Au nom de la ville de Paris, je prends possession du monument que le souvenir pieux de ses amis consacre à Serpollet. La nature jalouse s’est fait un jeu cruel d’arrêter, bien jeune encore, dans sa marche victorieuse, celui qu’elle s’était plu à parer de tous les charmes du coeur et de toutes les grâces de l’esprit, comme elle l’avait doué de toutes les forces de l’intelligence créatrice. Serpollet survivra, là, pour tout ceux qui, l’ayant connu, l’ont aimé ; mais, pour la grande foule inconsciente qui regarde et qui passe, ce monument signifiera plus qu’un souvenir et qu’un nom ; symbole de l’un des plus puissants efforts du génie humain pour asservir a nature rebelle, il restera, dans l’avenir, comme l’apothéose de l’automobile.

Depuis près d’un siècle, avec des intermittences de découragement et d’indifférence, on tentait d’approprier à la route ces machines automotrices qui triomphent sur le rail et les chemins de fer. Les déceptions avaient été telles que, il y a moins de vingt ans, il était permis, même aux plus hardis, de douter de l’avenir d’un mode de locomotion qui n’était alors qu’un sport dangereux.

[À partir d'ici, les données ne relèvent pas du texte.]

class Builder:
    """Builds labelled turns; every `says`/`never` fact comes from the State."""

    def __init__(self, state):
        self.s = state

    @staticmethod
    def _turn(ask, intent, slots, outcome, focus, says=None, never=None, tags=None):
        t = {"ask": ask, "intent": intent}
        if intent != "none":
            t["slots"] = dict(slots or {})
        t["outcome"] = outcome
        t["focus"] = focus
        if says:
            t["says"] = list(says)
        if never:
            t["never"] = list(never)
        if tags:
            t["tags"] = list(tags)
        return t

    # ---- chat ----------------------------------------------------------
    def greeting(self, ask, tags=()):
        return self._turn(ask, "greeting", {}, "answered", "chat", tags=tags)

    def help(self, ask, tags=()):
        return self._turn(ask, "help", {}, "answered", "chat", tags=tags)

    def thanks(self, ask, tags=()):
        return self._turn(ask, "thanks", {}, "answered", "chat", tags=tags)

    # ---- not covered / not understood ------------------------------------
    def none(self, ask, focus="other", never=(), tags=(), outcome="not_covered"):
        tags = list(tags)
        if "uncovered" not in tags and outcome == "not_covered":
            tags.append("uncovered")
        return self._turn(ask, "none", None, outcome, focus, never=never, tags=tags)

    def gibberish(self, ask, tags=()):
        return self._turn(ask, "none", None, "not_understood", "other", tags=tags)

    # ---- clarify ---------------------------------------------------------
    def clarify_ward(self, ask, intent, alias, extra_slots=None, focus="who", tags=()):
        options = self.s.wards_aliased(alias)
        assert len(options) > 1, alias
        says = [self.s.ward(k) for k in options]
        return self._turn(ask, intent, extra_slots or {}, "clarify", focus, says=says,
                          tags=list(tags) + ["ambiguous", "clarify"])

    def clarify_person(self, ask, intent, word, extra_slots=None, focus="how_did", tags=()):
        options = self.s.competitors_named(word)
        assert len(options) > 1, word
        says = [self.s.name(k) for k in options]
        return self._turn(ask, intent, extra_slots or {}, "clarify", focus, says=says,
                          tags=list(tags) + ["ambiguous", "clarify"])

    def missing(self, ask, intent, slots=None, focus="who", tags=()):
        return self._turn(ask, intent, slots or {}, "clarify", focus,
                          tags=list(tags) + ["missing_slot", "clarify"])

    # ---- ward intents ----------------------------------------------------
    def ward_leader(self, ask, contest, focus="who", with_margin=True, tags=()):
        s = self.s
        if contest is None:  # a ward the data does not have
            return self._turn(ask, "ward_leader", {}, "no_data", focus, tags=tags)
        slots = {"contest": contest}
        if not s.standings(contest):
            return self._turn(ask, "ward_leader", slots, "no_data", focus,
                              tags=list(tags) + ["uncovered"])
        says = [s.name(s.leader(contest))]
        if focus == "margin":
            says = [fmt_votes(s.lead_margin(contest))]
        elif with_margin:
            says.append(fmt_votes(s.lead_margin(contest)))
        return self._turn(ask, "ward_leader", slots, "answered", focus, says=says, tags=tags)

    def ward_winner(self, ask, contest, focus="who", tags=()):
        s = self.s
        slots = {"contest": contest}
        if s.is_final(contest):
            return self._turn(ask, "ward_winner", slots, "answered", focus,
                              says=[s.name(s.leader(contest))], tags=tags)
        return self._turn(ask, "ward_winner", slots, "no_data", focus,
                          tags=list(tags) + ["uncovered"])

    def ward_place(self, ask, contest, place, with_votes=False, focus="who", never=(), tags=()):
        s = self.s
        slots = {"contest": contest, "place": str(place)}
        who = s.at_place(contest, place)
        if who is None:
            return self._turn(ask, "ward_place", slots, "no_data", focus, never=never,
                              tags=list(tags) + ["uncovered"])
        says = [s.name(who)]
        if with_votes:
            says.append(fmt_votes(s.votes_of(who)))
        return self._turn(ask, "ward_place", slots, "answered", focus, says=says,
                          never=never, tags=tags)

    def ward_results(self, ask, contest, focus="results", tags=()):
        s = self.s
        if contest is None:
            return self._turn(ask, "ward_results", {}, "no_data", focus, tags=tags)
        slots = {"contest": contest}
        rows = s.standings(contest)
        if not rows:
            return self._turn(ask, "ward_results", slots, "no_data", focus,
                              tags=list(tags) + ["uncovered"])
        says = []
        for _, c, v in rows:
            says += [s.name(c), fmt_votes(v)]
        return self._turn(ask, "ward_results", slots, "answered", focus, says=says, tags=tags)

    def count_progress(self, ask, contest, focus="status", tags=()):
        s = self.s
        slots = {"contest": contest}
        pct = s.counted_pct(contest)
        says = [pct] if pct else None
        return self._turn(ask, "count_progress", slots, "answered", focus, says=says, tags=tags)

    def open_races(self, ask, as_count=False, focus="open", tags=()):
        s = self.s
        opened = s.open_contests()
        if as_count:
            says = [count_word(len(opened))]
        else:
            says = [s.ward(k) for k in opened]
        return self._turn(ask, "open_races", {}, "answered", focus, says=says, tags=tags)

    # ---- party intents ---------------------------------------------------
    def party_in_ward(self, ask, group, contest, extra=(), focus="how_did", tags=()):
        """extra: any of 'share', 'place', 'votes' (votes is always given)."""
        s = self.s
        slots = {"group": group, "contest": contest}
        cand = s.party_candidate(group, contest)
        if cand is None or not s.standings(contest):
            return self._turn(ask, "party_in_ward", slots, "no_data", focus,
                              tags=list(tags) + ["uncovered"])
        says = [s.name(cand), fmt_votes(s.votes_of(cand))]
        if "share" in extra:
            says.append(s.share(cand))
        if "place" in extra:
            says.append(ordinal(s.place_of(cand)))
        if "name_only" in extra:
            says = [s.name(cand)]
        return self._turn(ask, "party_in_ward", slots, "answered", focus, says=says, tags=tags)

    def party_seats(self, ask, group, focus="count", tags=()):
        s = self.s
        n = s.seats(group)
        says = [count_word(n)] if n else None
        return self._turn(ask, "party_seats", {"group": group}, "answered", focus,
                          says=says, tags=tags)

    def seat_totals(self, ask, count=None, focus="table", tags=()):
        s = self.s
        slots = {"count": str(count)} if count else {}
        says = []
        for g in s.groups:
            n = s.seats(g)
            if n:
                says += [s.party(g), count_word(n)]
        return self._turn(ask, "seat_totals", slots, "answered", focus,
                          says=says or None, tags=tags)

    # ---- candidate intents -----------------------------------------------
    def candidate_party(self, ask, cid, contest_slot=False, what=("party", "ward"),
                        focus="group_of", tags=()):
        s = self.s
        if cid is None:
            return self._turn(ask, "candidate_party", {}, "no_data", focus, tags=tags)
        slots = {"competitor": cid}
        says = []
        if "party" in what:
            says.append(s.party(s.party_of(cid)))
        if "ward" in what:
            says.append(s.ward(s.contest_of(cid)))
        return self._turn(ask, "candidate_party", slots, "answered", focus, says=says, tags=tags)

    def candidate_won(self, ask, cid, contest_slot=False, focus="whether", tags=()):
        """'Has X won?' -- no_data while the ward is still counting."""
        s = self.s
        contest = s.contest_of(cid)
        slots = {"competitor": cid}
        if contest_slot:
            slots["contest"] = contest
        if s.is_final(contest):
            return self._turn(ask, "candidate_result", slots, "answered", focus,
                              says=[s.name(s.leader(contest))], tags=tags)
        return self._turn(ask, "candidate_result", slots, "no_data", focus,
                          tags=list(tags) + ["uncovered"])

    def candidate_standing(self, ask, cid, contest_slot=False, extra=(), focus="how_did",
                           tags=()):
        """'How is X doing?' while counting: their votes (and place)."""
        s = self.s
        contest = s.contest_of(cid)
        slots = {"competitor": cid}
        if contest_slot:
            slots["contest"] = contest
        if not s.standings(contest):
            return self._turn(ask, "candidate_result", slots, "no_data", focus,
                              tags=list(tags) + ["uncovered"])
        says = [fmt_votes(s.votes_of(cid))]
        if "place" in extra:
            says.append(ordinal(s.place_of(cid)))
        if "share" in extra:
            says.append(s.share(cid))
        return self._turn(ask, "candidate_result", slots, "answered", focus, says=says, tags=tags)

    def candidate_margin(self, ask, cid, contest_slot=False, focus="margin", tags=(),
                         who_only=False, won_wording=False):
        """Gap to the nearest rival (leader) or to the leader (others)."""
        s = self.s
        contest = s.contest_of(cid)
        slots = {"competitor": cid}
        if contest_slot:
            slots["contest"] = contest
        if won_wording and not s.is_final(contest):
            return self._turn(ask, "candidate_margin", slots, "no_data", focus,
                              tags=list(tags) + ["uncovered"])
        rows = s.standings(contest)
        if not rows:
            return self._turn(ask, "candidate_margin", slots, "no_data", focus,
                              tags=list(tags) + ["uncovered"])
        mine = s.votes_of(cid)
        if rows[0][1] == cid:
            says = [fmt_votes(mine - rows[1][2])]
        else:
            ahead = rows[0][1]
            says = [s.name(ahead)] if who_only else [fmt_votes(rows[0][2] - mine), s.name(ahead)]
        return self._turn(ask, "candidate_margin", slots, "answered", focus, says=says, tags=tags)

    def compared(self, ask, a, b, contest_slot=False, focus="compare", tags=()):
        s = self.s
        contest = s.contest_of(a)
        assert contest == s.contest_of(b), (a, b)
        slots = {"competitor": a, "rival": b}
        if contest_slot:
            slots["contest"] = contest
        if not s.standings(contest):
            return self._turn(ask, "candidates_compared", slots, "no_data", focus,
                              tags=list(tags) + ["uncovered"])
        ahead = a if s.place_of(a) < s.place_of(b) else b
        return self._turn(ask, "candidates_compared", slots, "answered", focus,
                          says=[s.name(ahead)], tags=tags)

Le générateur à vaporisation instantanée, par la sécurité qu’il donnait, fut le progrès initial qui entraîna tous les autres. Des moteurs nouveaux seront bientôt trouvés qui supplanteront celui-là. N’importe ! l’invention de Serpollet, jointe à d’ingénieuses combinaisons qui rendirent maniable un instrument indocile et fruste, la grande trouvaille de principe et les menues trouvailles de détail, tout cela ouvrit la voie à ceux qui ont suivi. Et l’homme qui peut revendiquer la randonnée de Paris-Lyon, en 1890, et les record des 120 kilomètres, en 1902, mérite, sans conteste, la gloire qui auréole le front des précurseurs.

(...)



Hôtel Mercédes. Sculpteur : Gasq. Env. 1905. 9, rue de Presbourg, XVIe ardt


M. Pierre Baudin, sénateur, ancien ministre, s’est exprimé en ces termes :

Messieurs,

Il faut féliciter les amis et les camarades de lutte de Léon Serpollet d’avoir porté si haut le culte de sa mémoire qu’ils aient voulu faire revivre sa douce et belle figure sur cette place populaire. Il faut féliciter plus encore l’artiste qui a si heureusement réalisé leur dessein et qui nous permet aujourd’hui, d’un cour pleinement satisfait et comme en accomplissant un rite de la plus haute religion humaine, de célébrer la glorieuse, quoique trop courte, destinée de ce créateur.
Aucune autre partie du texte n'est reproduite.